*TASK ITEM*:
Where in the entries below does "bracketedRoot" appear? Copy every line that has it.

*DATA EXTRACTS*:
- Opening Delimiter -

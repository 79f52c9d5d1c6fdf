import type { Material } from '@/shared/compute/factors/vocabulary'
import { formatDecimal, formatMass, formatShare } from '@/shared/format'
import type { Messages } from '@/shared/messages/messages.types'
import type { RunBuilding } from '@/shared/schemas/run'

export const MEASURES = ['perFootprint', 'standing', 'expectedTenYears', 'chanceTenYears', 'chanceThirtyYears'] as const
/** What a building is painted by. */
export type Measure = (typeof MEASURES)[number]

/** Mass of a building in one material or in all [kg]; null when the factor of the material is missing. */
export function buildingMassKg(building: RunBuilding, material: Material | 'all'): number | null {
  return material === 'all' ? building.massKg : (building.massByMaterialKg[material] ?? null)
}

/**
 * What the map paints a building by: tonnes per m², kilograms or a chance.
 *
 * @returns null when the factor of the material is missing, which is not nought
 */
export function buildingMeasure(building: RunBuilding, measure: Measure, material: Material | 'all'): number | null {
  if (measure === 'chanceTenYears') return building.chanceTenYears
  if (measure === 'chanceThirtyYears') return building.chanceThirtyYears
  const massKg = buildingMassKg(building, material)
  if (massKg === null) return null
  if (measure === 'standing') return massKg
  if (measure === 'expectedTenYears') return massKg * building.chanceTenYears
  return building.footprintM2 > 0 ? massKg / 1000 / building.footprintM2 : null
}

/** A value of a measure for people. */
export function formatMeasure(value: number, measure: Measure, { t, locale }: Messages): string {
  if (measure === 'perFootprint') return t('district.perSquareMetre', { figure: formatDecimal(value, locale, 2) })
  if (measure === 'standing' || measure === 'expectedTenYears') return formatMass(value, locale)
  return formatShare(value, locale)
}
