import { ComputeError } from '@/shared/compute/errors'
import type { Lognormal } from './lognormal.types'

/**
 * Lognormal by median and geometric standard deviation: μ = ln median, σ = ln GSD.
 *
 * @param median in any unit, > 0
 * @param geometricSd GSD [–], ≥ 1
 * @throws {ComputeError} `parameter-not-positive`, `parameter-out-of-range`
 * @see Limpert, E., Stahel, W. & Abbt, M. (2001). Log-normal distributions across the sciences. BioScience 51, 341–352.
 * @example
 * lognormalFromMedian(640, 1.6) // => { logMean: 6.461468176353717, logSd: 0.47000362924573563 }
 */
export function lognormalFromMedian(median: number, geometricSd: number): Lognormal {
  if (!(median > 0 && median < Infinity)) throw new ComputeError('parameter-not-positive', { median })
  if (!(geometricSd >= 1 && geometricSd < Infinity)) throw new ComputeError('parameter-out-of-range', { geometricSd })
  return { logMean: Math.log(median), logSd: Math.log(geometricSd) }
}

- Closing Delimiter -
- Opening Delimiter -

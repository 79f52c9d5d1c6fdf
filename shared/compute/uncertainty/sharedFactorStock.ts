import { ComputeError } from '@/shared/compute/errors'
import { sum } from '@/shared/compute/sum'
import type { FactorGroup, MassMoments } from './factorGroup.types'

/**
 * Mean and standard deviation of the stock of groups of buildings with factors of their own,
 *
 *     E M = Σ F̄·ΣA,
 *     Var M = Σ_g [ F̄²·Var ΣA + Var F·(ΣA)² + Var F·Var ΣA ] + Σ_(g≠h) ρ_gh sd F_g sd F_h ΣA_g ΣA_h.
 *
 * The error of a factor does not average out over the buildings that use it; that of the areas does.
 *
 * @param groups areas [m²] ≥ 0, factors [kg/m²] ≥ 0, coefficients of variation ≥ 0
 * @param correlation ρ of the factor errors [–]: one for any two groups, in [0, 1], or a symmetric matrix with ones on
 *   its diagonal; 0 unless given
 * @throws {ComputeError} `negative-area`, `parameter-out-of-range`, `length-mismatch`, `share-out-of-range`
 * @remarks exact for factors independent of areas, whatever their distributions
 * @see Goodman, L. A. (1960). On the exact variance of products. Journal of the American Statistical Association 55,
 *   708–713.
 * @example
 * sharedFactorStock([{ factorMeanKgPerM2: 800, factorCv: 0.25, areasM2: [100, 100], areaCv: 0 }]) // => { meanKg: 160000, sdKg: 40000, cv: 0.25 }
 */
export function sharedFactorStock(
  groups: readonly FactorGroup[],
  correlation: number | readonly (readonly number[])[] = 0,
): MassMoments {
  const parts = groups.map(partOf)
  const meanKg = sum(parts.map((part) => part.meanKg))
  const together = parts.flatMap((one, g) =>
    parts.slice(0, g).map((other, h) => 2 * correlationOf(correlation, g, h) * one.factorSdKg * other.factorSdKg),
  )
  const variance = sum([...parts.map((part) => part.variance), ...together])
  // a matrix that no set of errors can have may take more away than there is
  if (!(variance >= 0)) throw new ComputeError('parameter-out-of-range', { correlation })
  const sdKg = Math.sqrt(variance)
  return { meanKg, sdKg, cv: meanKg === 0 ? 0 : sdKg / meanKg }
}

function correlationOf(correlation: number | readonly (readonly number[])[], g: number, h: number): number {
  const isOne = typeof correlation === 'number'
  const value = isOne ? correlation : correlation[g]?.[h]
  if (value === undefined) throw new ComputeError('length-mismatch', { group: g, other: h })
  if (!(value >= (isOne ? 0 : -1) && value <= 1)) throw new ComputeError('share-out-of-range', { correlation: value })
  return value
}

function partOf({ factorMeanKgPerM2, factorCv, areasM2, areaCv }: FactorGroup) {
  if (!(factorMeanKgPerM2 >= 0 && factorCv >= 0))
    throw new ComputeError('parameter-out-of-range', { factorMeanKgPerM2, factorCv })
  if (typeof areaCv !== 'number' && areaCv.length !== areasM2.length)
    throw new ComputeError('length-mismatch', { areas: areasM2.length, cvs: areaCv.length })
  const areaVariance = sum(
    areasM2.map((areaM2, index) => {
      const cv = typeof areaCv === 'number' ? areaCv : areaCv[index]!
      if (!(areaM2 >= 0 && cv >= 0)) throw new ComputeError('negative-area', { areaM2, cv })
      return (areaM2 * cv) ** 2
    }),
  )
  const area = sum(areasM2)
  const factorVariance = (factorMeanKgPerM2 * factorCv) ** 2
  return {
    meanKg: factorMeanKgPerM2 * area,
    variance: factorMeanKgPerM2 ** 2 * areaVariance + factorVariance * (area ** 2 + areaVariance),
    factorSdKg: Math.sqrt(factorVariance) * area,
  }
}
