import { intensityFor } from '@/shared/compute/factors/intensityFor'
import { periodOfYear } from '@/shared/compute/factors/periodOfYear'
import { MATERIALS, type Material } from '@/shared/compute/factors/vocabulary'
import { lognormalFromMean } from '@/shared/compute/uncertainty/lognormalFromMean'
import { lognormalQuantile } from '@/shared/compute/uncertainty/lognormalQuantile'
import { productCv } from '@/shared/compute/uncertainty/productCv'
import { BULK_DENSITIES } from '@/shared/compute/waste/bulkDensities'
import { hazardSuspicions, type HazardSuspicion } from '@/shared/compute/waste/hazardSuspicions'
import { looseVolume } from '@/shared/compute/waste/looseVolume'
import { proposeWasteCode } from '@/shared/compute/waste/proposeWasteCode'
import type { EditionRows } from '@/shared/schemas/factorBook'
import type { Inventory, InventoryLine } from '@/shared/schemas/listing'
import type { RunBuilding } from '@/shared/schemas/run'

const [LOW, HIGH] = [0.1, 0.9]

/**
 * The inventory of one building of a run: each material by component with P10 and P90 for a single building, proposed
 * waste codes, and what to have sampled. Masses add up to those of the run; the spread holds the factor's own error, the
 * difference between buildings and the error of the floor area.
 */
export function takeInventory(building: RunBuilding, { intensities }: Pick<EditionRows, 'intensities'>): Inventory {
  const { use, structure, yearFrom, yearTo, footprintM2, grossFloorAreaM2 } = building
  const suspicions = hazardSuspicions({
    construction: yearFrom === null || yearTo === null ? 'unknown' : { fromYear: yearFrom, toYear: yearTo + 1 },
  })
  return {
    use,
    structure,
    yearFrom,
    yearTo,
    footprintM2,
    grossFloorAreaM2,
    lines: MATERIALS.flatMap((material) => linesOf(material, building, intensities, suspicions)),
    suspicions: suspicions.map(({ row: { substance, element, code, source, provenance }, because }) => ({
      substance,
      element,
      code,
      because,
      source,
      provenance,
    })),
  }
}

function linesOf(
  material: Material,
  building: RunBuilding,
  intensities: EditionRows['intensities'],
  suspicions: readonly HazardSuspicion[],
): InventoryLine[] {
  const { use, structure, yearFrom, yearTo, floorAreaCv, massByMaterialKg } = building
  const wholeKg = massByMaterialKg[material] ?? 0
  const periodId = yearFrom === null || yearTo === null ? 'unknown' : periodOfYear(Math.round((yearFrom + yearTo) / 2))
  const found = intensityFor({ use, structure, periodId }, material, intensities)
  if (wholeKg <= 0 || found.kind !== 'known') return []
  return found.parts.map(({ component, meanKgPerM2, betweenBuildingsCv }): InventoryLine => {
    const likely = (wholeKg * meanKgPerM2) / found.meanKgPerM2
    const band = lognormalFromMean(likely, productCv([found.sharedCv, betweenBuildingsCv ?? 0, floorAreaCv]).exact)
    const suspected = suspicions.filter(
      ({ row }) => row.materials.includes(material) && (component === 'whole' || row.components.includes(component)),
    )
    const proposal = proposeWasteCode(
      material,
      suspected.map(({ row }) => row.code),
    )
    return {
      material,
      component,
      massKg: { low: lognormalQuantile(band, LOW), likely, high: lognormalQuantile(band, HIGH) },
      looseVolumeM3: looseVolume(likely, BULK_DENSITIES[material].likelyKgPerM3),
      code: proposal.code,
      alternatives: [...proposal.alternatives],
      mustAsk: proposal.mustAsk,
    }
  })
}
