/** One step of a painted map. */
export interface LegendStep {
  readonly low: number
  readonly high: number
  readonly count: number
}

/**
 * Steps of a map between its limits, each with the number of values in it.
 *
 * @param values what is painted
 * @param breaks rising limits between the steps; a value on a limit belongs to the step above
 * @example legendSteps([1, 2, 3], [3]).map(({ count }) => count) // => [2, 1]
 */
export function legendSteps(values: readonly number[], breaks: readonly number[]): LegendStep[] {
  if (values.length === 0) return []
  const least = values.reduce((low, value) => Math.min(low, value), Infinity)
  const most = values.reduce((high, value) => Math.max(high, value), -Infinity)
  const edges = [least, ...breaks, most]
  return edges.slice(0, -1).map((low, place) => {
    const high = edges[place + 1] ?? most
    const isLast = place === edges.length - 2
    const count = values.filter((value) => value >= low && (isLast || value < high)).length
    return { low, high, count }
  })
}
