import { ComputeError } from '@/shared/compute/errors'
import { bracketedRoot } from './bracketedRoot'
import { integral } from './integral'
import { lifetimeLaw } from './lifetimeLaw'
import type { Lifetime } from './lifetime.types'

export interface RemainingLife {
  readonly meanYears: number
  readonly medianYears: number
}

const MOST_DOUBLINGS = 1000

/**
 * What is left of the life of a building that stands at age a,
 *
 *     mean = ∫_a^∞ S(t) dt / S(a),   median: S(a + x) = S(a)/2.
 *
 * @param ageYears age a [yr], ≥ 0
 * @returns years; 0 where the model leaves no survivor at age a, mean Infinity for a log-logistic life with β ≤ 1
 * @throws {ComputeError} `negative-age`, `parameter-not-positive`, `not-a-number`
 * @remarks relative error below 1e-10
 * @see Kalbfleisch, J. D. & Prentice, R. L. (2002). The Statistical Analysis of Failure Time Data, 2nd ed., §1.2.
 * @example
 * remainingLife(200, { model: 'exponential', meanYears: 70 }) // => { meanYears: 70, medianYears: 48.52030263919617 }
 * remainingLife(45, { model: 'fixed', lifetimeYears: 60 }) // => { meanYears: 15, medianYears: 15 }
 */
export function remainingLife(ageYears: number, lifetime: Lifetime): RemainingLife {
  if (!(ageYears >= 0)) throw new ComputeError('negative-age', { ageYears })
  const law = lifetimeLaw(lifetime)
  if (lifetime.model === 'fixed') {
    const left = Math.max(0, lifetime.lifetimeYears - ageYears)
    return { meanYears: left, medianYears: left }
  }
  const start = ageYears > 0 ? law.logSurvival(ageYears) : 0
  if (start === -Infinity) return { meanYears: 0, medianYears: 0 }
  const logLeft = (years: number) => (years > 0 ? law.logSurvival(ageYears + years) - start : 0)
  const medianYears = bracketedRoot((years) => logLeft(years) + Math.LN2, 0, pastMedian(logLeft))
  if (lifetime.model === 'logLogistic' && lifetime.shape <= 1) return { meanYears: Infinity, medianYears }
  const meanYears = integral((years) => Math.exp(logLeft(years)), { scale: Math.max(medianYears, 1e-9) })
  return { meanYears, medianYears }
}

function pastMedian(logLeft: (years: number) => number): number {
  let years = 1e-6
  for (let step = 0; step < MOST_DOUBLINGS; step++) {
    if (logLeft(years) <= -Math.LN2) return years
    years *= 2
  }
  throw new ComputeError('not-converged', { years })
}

- Closing Delimiter -
- Opening Delimiter -

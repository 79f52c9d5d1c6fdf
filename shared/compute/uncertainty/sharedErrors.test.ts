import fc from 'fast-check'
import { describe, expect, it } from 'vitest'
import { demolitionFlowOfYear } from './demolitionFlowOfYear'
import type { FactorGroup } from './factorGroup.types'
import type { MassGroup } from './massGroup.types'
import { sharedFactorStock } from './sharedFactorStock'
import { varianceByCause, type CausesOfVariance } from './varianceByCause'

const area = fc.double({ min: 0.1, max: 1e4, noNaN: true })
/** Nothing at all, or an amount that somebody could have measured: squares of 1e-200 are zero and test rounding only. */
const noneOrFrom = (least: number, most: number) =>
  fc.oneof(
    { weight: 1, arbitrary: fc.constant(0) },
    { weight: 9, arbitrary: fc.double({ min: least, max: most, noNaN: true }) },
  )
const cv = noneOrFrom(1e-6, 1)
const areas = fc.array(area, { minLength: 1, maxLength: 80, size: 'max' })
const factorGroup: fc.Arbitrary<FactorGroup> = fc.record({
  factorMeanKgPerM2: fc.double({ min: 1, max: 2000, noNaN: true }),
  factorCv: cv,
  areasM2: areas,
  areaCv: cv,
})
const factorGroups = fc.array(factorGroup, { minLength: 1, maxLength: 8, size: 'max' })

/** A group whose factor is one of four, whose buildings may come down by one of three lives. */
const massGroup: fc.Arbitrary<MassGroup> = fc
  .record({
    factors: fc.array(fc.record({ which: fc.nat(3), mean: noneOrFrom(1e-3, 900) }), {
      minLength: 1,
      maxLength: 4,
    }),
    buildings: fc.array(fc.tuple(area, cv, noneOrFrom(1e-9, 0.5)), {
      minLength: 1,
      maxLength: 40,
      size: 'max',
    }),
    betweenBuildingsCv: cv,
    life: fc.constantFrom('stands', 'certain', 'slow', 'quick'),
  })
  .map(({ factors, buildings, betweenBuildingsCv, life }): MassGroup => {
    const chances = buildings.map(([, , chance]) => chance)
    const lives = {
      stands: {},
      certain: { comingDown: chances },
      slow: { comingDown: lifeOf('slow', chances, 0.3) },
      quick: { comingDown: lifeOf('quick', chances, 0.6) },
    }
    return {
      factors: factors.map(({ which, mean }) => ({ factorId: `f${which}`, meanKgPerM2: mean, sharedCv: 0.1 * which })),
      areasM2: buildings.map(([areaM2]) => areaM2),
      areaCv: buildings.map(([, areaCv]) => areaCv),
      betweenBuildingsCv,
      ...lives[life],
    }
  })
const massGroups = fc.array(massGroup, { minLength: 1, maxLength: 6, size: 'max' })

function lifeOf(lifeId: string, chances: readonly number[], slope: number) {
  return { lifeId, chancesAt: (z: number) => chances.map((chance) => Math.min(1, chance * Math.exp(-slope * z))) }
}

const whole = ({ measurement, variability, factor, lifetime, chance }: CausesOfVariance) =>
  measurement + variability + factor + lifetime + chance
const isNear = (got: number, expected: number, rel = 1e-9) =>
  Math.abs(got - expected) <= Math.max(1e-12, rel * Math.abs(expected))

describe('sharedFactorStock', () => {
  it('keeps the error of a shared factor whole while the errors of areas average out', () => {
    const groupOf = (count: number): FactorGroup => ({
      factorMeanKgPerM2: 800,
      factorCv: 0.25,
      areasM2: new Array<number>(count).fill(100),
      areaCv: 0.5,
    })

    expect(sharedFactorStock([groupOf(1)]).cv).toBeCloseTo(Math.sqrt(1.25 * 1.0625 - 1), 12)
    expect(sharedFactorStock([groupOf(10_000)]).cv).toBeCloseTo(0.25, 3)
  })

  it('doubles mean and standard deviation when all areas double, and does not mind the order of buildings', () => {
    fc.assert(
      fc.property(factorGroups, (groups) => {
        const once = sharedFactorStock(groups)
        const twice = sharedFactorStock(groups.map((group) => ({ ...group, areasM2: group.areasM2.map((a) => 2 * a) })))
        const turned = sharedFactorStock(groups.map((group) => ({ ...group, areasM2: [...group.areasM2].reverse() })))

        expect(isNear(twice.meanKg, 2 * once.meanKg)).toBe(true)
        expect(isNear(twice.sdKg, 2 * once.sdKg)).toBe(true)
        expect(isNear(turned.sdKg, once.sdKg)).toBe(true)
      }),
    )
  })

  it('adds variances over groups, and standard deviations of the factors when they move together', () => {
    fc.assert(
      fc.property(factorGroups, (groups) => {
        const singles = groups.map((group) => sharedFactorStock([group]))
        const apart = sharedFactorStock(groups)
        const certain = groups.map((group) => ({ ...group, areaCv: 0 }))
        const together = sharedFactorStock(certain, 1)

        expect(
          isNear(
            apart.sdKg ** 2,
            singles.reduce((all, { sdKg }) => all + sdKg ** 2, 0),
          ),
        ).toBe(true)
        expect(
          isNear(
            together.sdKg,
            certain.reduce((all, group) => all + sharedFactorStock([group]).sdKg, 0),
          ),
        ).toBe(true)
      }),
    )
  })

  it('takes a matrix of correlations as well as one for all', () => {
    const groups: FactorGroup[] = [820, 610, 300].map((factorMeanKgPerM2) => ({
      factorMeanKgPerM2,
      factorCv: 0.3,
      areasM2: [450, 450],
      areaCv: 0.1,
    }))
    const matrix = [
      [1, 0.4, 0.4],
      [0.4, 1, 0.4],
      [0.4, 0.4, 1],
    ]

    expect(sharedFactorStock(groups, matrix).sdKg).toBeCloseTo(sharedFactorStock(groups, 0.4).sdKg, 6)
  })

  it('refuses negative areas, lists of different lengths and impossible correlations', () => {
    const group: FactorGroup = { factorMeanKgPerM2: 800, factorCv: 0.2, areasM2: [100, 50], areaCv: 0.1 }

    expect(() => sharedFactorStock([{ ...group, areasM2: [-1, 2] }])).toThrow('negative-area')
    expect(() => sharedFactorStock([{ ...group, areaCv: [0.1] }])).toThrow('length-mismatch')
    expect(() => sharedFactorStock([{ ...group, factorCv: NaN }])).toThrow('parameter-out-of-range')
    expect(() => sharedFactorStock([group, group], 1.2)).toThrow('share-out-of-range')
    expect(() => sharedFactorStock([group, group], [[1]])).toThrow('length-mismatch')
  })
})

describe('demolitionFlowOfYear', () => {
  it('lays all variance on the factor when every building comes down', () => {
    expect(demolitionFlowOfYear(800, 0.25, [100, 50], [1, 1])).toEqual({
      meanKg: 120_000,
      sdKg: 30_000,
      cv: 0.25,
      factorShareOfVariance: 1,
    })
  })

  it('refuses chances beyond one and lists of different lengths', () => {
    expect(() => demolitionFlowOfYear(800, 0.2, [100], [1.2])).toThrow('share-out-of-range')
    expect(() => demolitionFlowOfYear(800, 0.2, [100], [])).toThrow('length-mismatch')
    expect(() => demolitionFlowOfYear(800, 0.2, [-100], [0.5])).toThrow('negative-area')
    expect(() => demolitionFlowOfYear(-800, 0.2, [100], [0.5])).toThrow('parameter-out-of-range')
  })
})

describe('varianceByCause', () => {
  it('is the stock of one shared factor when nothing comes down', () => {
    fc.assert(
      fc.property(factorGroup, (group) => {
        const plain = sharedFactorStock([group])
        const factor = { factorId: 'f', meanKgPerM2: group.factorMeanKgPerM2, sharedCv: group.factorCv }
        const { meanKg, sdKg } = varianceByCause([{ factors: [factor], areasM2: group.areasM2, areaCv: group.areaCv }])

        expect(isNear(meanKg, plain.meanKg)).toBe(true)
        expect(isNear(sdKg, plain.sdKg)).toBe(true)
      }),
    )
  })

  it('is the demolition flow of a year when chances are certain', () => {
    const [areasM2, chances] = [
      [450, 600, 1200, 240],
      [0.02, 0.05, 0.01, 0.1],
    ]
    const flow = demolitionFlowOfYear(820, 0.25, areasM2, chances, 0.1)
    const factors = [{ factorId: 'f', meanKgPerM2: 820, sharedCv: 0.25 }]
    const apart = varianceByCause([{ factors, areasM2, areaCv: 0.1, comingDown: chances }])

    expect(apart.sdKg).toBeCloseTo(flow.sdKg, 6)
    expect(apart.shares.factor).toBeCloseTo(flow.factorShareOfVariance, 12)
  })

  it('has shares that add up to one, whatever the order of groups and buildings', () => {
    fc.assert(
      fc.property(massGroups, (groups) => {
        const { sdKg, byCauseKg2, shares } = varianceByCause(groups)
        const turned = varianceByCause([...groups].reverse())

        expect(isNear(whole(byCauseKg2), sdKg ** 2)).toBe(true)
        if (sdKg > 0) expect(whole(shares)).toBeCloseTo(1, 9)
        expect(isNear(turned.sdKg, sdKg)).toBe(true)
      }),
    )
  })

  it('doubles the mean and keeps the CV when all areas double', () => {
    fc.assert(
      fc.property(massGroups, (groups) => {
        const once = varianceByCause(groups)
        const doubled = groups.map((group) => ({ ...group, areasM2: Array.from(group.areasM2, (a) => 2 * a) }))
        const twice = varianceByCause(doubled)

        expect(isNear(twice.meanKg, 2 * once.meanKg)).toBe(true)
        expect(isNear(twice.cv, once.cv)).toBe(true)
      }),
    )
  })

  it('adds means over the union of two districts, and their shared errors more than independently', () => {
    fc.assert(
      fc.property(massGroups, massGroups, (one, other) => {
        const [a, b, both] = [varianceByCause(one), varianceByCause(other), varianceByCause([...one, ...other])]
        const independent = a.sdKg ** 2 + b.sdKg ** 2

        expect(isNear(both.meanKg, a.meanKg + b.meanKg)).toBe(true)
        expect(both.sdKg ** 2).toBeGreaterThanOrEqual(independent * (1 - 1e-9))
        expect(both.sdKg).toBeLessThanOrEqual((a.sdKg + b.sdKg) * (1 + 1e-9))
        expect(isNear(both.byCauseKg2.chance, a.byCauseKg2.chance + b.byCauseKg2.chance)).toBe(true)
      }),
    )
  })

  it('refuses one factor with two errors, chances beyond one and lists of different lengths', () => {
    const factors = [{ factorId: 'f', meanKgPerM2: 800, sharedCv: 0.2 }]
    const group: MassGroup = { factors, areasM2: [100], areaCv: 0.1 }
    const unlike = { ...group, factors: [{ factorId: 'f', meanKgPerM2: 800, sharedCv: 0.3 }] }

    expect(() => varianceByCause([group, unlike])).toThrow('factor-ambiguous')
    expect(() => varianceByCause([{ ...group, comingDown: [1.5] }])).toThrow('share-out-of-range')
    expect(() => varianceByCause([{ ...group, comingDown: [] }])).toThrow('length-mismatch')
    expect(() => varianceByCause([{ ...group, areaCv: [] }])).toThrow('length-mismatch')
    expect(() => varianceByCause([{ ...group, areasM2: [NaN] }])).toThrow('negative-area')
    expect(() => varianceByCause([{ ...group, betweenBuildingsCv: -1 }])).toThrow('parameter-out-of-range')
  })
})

- Closing Delimiter -

*COMPLETED TASK*:
import { bracketedRoot } from './bracketedRoot'
  const medianYears = bracketedRoot((years) => logLeft(years) + Math.LN2, 0, pastMedian(logLeft))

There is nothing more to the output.